import type { ResolvedSpec } from '../spec';
import { applyTransforms, initTransforms, learningRateStage, type ChainState } from '../transform';
import { traceMomentum, traceVelocity } from '../transforms';
import type { Optimizer } from '../types';
import { firstOrderChain, wrapFirstOrder } from './firstOrder';
import { num, str, type MethodDefinition } from './method';
import { momentumInfo } from './sharedSettings';

/**
 * Nesterov momentum (Nesterov 1983; in deep-learning form, Sutskever, Martens, Dahl & Hinton,
 * "On the importance of initialization and momentum in deep learning", ICML 2013).
 *
 * 'record-look-ahead' form (default; PyTorch SGD(nesterov=True), Keras, Optax, tfjs): the gradient is taken at
 * the stored point and
 *   b_1 = g_1,  b_t = mu b_{t-1} + g_t,  x_t = x_{t-1} - lr_t (g_t + mu b_t).
 * 'record-base-point' form (Sutskever et al.'s equations): v_t = mu v_{t-1} - lr_t grad f(theta_{t-1} + mu v_{t-1}), theta_t = theta_{t-1} + v_t.
 * The two are one algorithm seen at different points: the first form's stored point is the second's
 * look-ahead theta_t + mu v_t (TF 2.2's SGD documentation says so). So the iterates differ (already
 * at t = 1: theta_0 - lr g_0 against theta_0 - lr (1 + mu) g_0). The 'record-base-point' form costs one extra
 * gradient evaluation per step here, at the look-ahead point, because the run records theta.
 * Defaults mu = 0.9, lr 0.01.
 */
export const nesterov: MethodDefinition = {
  info: {
    kind: 'nesterov',
    label: 'Nesterov momentum',
    defaultLearningRate: 0.01,
    hyperparameters: [
      momentumInfo(0.9, 'Fraction of the previous step direction kept (mu).'),
      {
        name: 'form',
        label: 'form',
        default: 'record-look-ahead',
        choices: ['record-look-ahead', 'record-base-point'],
        help: "'record-look-ahead': the path records the look-ahead point theta + mu v, where the gradient is taken; 'record-base-point': the path records theta and the gradient is taken at theta + mu v (one extra evaluation per step; Sutskever, Martens, Dahl & Hinton 2013, eq. 3-4).",
      },
    ],
    usesSchedule: true,
    defaultWeightDecay: 0,
    summary: 'Momentum that looks ahead along the velocity before taking the gradient.',
    source: 'Y. Nesterov, "A method for solving the convex programming problem with convergence rate O(1/k^2)", Soviet Math. Dokl. 27, 1983; Sutskever, Martens, Dahl & Hinton, ICML 2013.',
  },
  build: (spec) =>
    str(spec, 'form') === 'record-base-point'
      ? baseRecordingNesterov(spec)
      : firstOrderChain('Nesterov momentum', spec, [traceMomentum(num(spec, 'momentum'), 0, true)]),
};

interface LookAheadState {
  chain: ChainState;
  lookAhead: Float64Array;
}

/**
 * The 'record-base-point' form: the chain [clip] -> [L2] -> [decay] -> -lr_t -> velocity (v = mu v + u) runs on the
 * gradient at the look-ahead point x + mu v; the penalties read the look-ahead point too.
 */
function baseRecordingNesterov(spec: ResolvedSpec): Optimizer<LookAheadState> {
  const mu = num(spec, 'momentum');
  const transforms = [...wrapFirstOrder(spec, []), traceVelocity(mu)];
  const rate = learningRateStage(transforms, 'Nesterov momentum (base point recorded)');
  const velocityStage = transforms.length - 1;
  return {
    label: 'Nesterov momentum (base point recorded)',
    init: (x0) => ({ chain: initTransforms(transforms, x0), lookAhead: new Float64Array(x0.length) }),
    step(x, grad, state, ctx) {
      const v = (state.chain.stages[velocityStage] as { velocity: Float64Array }).velocity;
      const look = state.lookAhead;
      for (let i = 0; i < x.length; i++) look[i] = x[i] + mu * v[i];
      ctx.oracle.valueGradient(look, grad);
      applyTransforms(transforms, state.chain, grad, look, ctx.t);
      for (let i = 0; i < x.length; i++) x[i] += grad[i];
      return { learningRate: rate.learningRate(ctx.t), extraEvaluations: 1 };
    },
  };
}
※
DIRECTIONS FOR THIS TASK:
Repeat exactly the lines of the records from the one containing "step(x, grad, state, ctx)" to the last, and include no line outside that stretch.

SOLUTION TO THE EXERCISE:
    step(x, grad, state, ctx) {
      const v = (state.chain.stages[velocityStage] as { velocity: Float64Array }).velocity;
      const look = state.lookAhead;
      for (let i = 0; i < x.length; i++) look[i] = x[i] + mu * v[i];
      ctx.oracle.valueGradient(look, grad);
      applyTransforms(transforms, state.chain, grad, look, ctx.t);
      for (let i = 0; i < x.length; i++) x[i] += grad[i];
      return { learningRate: rate.learningRate(ctx.t), extraEvaluations: 1 };
    },
  };
}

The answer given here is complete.